def preprint_transform(graph: Any, *, n: int | None = None) -> Preprint:
    """Return the graph made acyclic by Batagelj's preprint transformation.

    Every node ``v`` of a non-trivial strongly connected component (two or
    more nodes, or one with a self-loop) gets a copy ``v'``, its preprint.
    An edge ``u -> v`` inside such a component becomes ``u -> v'``; every
    edge that leaves a component ``u -> w`` is kept and also given to the
    preprint, ``u' -> w``, so a path entering the component can leave it
    again. Edges entering a component and edges between other nodes are kept
    as they are. Inside a component edges now run from originals to copies
    only, and copies have no edge back into their component, so the result
    is a DAG; on a DAG it is the graph itself. (Batagelj, arXiv cs/0309023,
    2003; the exact wiring here is ours, details from memory.)

    Parameters
    ----------
    graph
        Any graph form :func:`toporank.order` accepts.
    n
        Node count for the edge-array forms.

    Returns
    -------
    Preprint
        The transformed ``graph``, and ``node_of`` / ``edge_of`` mapping its
        nodes and edges back to the input's. Every sweep of the package
        accepts ``Preprint.graph``.

    Examples
    --------
    Two invented papers of one issue cite each other; a third cites one:

    >>> import toporank
    >>> t = toporank.preprint_transform([("a", "b"), ("b", "a"), ("b", "c")])
    >>> t.graph.n, t.graph.m
    (5, 4)
    >>> t.node_of
    array([0, 1, 2, 0, 1])
    >>> toporank.order(t.graph)
    array([0, 1, 4, 3, 2])
    """
    g = as_graph(graph, n)
    labels = _core.strong_components(g.indptr, g.indices).labels
    src = _stored_sources(g)
    dst = g.indices.astype(np.int64)
    comp = np.asarray(labels, dtype=np.int64)
    sizes = np.bincount(comp, minlength=int(comp.max(initial=-1)) + 1)
    cyclic = sizes >= 2
    loops = src == dst
    cyclic[comp[src[loops]]] = True
    in_cyclic = cyclic[comp] if g.n else np.zeros(0, dtype=bool)
    copies = np.flatnonzero(in_cyclic)
    copy_of = np.full(g.n, -1, dtype=np.int64)
    copy_of[copies] = g.n + np.arange(len(copies))
    inside = (comp[src] == comp[dst]) & in_cyclic[src]
    leaving = (comp[src] != comp[dst]) & in_cyclic[src]
    stored = np.arange(g.m, dtype=np.int64)
    new_src = np.concatenate([src, copy_of[src[leaving]]])
    new_dst = np.concatenate([np.where(inside, copy_of[dst], dst), dst[leaving]])
    origin = np.concatenate([stored, stored[leaving]])
    total = g.n + len(copies)
    order = np.argsort(new_src, kind="stable")
    transformed = Graph.from_edges(new_src[order], new_dst[order], total)
    return Preprint(
        graph=transformed,
        node_of=np.concatenate([np.arange(g.n, dtype=np.int64), copies.astype(np.int64)]),
        edge_of=_input_positions(g, origin[order]),
    )


@dataclass(frozen=True, eq=False)
class MainPath:
    """A main path, or the union of several (see :func:`main_path`).

    Attributes
    ----------
    sources, targets : numpy.ndarray
        The main path's edges ``sources[k] -> targets[k]`` (labels for a
        labelled graph), in the input's edge order.
    edge_index : numpy.ndarray
        Each edge's position in the input's edge order (int64), as in
        :func:`toporank.cut_cycles`.
    edge_weight : numpy.ndarray
        Each edge's weight (float64).
    nodes : numpy.ndarray
        For a single path: its nodes, source first. For a union (several
        routes, or ``ties="all"``): the nodes it touches, ascending id. Under
        ``on_cycle="condense"`` the nodes are component numbers.
    weight : float
        The total weight of the edges (of the union).
    single : bool
        Whether the edges form one path (``nodes`` in path order).
    log_weights : bool
        The counts overflowed float64, so their natural logarithms served as
        weights.
    """

    sources: np.ndarray
    targets: np.ndarray
    edge_index: np.ndarray
    edge_weight: np.ndarray
    nodes: np.ndarray
    weight: float
    single: bool
    log_weights: bool

    def __len__(self) -> int:
        return len(self.edge_index)

    def subgraph(self) -> Graph:
        """Return the main path (union) as a graph of its own, over labels or ids."""
        pairs = list(zip(self.sources.tolist(), self.targets.tolist(), strict=True))
        return Graph.from_pairs(pairs) if pairs else Graph.from_edges([], [], 0)

    def records(self) -> list[dict[str, Any]]:
        """One row per edge: ``source``, ``target``, ``edge_index``, ``weight``."""
        return [
            {"source": s, "target": t, "edge_index": int(e), "weight": float(w)}
            for s, t, e, w in zip(
                self.sources.tolist(),
                self.targets.tolist(),
                self.edge_index,
                self.edge_weight,
                strict=True,
            )
        ]

    def plot(
        self,
        path: str | Path,
        *,
        key: Any = None,
        title: str | None = None,
        dpi: int = 150,
    ) -> Path:
        """Draw the main path left to right and save it as a PNG; return its path.

        Nodes sit in columns by their level inside the main path (longest
        path from its first nodes), or by ``key`` (a mapping from node to a
        number, such as a paper's year). Edge width grows with the weight;
        nodes carry their labels (ids for unlabelled graphs). Needs
        matplotlib (``pip install 'toporank[plot]'``); uses the Agg canvas.
        """
        try:
            from matplotlib.figure import Figure
        except ImportError as exc:
            raise ImportError(
                "MainPath.plot needs matplotlib; install it with pip install 'toporank[plot]'"
            ) from exc
        sub = self.subgraph()
        names = list(sub.labels) if sub.labels is not None else list(range(sub.n))
        if key is None:
            # mapped back from a transformed graph the union may loop: condense then
            from ._sweeps import levels

            x = np.asarray(levels(sub, on_cycle="condense"), dtype=float)
        else:
            try:
                x = np.array([float(key[name]) for name in names])
            except (KeyError, TypeError, ValueError) as exc:
                raise GraphInputError(f"key gives no number for a main path node: {exc}") from exc
        y = np.zeros(sub.n)
        for column in np.unique(x):
            members = np.flatnonzero(x == column)
            y[members] = np.arange(len(members)) - (len(members) - 1) / 2
        columns = max(len(np.unique(x)), 1)
        rows = max(int(np.max(np.unique(x, return_counts=True)[1], initial=1)), 1)
        fig = Figure(figsize=(max(6.0, 2.0 * columns), max(3.0, 1.1 * rows + 1.5)))
        ax = fig.subplots()
        w = self.edge_weight
        span = float(w.max() - w.min()) if len(w) else 0.0
        widths = 1.0 + (5.0 * (w - w.min()) / span if span > 0 else np.full(len(w), 2.0))

        def at(node: Any) -> int:
            return sub.label_index[node] if sub.labels is not None else int(node)

        for k, (s, t) in enumerate(zip(self.sources.tolist(), self.targets.tolist(), strict=True)):
            a, b = at(s), at(t)
            ax.annotate(
                "",
                xy=(x[b], y[b]),
                xytext=(x[a], y[a]),
                arrowprops={
                    "arrowstyle": "-|>",
                    "linewidth": float(widths[k]),
                    "color": "#3b6ea5",
                    "shrinkA": 12,
                    "shrinkB": 12,
                    "mutation_scale": 12,
                },
            )
            ax.annotate(
                f"{w[k]:.4g}",
                ((x[a] + x[b]) / 2, (y[a] + y[b]) / 2),
                fontsize=7,
                color="#444444",
                ha="center",
                va="center",
                zorder=5,
                bbox={"boxstyle": "round,pad=0.15", "fc": "white", "ec": "none", "alpha": 0.85},
            )
        ax.scatter(x, y, s=1, alpha=0)  # sets the data limits; the boxes are the nodes
        for k, name in enumerate(names):
            ax.annotate(
                str(name),
                (x[k], y[k]),
                ha="center",
                va="center",
                fontsize=8,
                zorder=4,
                bbox={"boxstyle": "round,pad=0.35", "fc": "#f3e3b5", "ec": "#7a6a3a"},
            )
        ax.set_yticks([])
        ax.set_xlabel("year" if key is not None else "level in the main path")
        ax.margins(x=0.1, y=0.2)
        if key is not None:
            ax.set_xticks(np.unique(x), [f"{v:g}" for v in np.unique(x)])
        for side in ("top", "right", "left"):
            ax.spines[side].set_visible(False)
        ax.set_title(title or f"main path: {len(self)} edges, total weight {self.weight:.4g}")
        fig.tight_layout()
        target = Path(path)
        fig.savefig(target, format="png", dpi=dpi)
        return target


def _acyclic(
    g: Graph, on_cycle: str, threads: int
) -> tuple[Graph, np.ndarray | None, np.ndarray | None]:
    """The DAG the main path is found on, the input edge position of each of
    its stored edges (``None``: its stored order is the input order), and the
    node each of its nodes stands for (``None``: itself)."""
    stored_order = g.edge_input_positions()
    if on_cycle == "raise":
        return g, stored_order, None
    found = _core.levels(g.indptr, g.indices, threads, False)
    if not isinstance(found, _core.Cyclic):
        return g, stored_order, None
    everything = _input_positions(g, np.arange(g.m))
    src = _stored_sources(g)
    if on_cycle == "preprint":
        t = preprint_transform(g)
        return t.graph, t.edge_of, t.node_of
    if on_cycle == "cut":
        keep = np.ones(g.m, dtype=bool)
        keep[_core.cut_cycles(g.indptr, g.indices).removed] = False
        kept = np.flatnonzero(keep)
        return Graph.from_edges(src[keep], g.indices[keep], g.n), everything[kept], None
    comp = np.asarray(_core.strong_components(g.indptr, g.indices).labels, dtype=np.int64)
    dst = g.indices.astype(np.int64)
    between = np.flatnonzero(comp[src] != comp[dst])
    count = int(comp.max(initial=-1)) + 1
    dag = Graph.from_edges(comp[src[between]], comp[dst[between]], count)
    positions = dag.edge_input_positions()
    kept = between if positions is None else between[positions]
    return dag, everything[kept], np.arange(count, dtype=np.int64)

- TASK BRIEF
Copy out word for word each line of the listing, from the very first line down to the line containing "more nodes, or", and stop after that line.

- RESULT
def preprint_transform(graph: Any, *, n: int | None = None) -> Preprint:
    """Return the graph made acyclic by Batagelj's preprint transformation.

    Every node ``v`` of a non-trivial strongly connected component (two or
    more nodes, or one with a self-loop) gets a copy ``v'``, its preprint.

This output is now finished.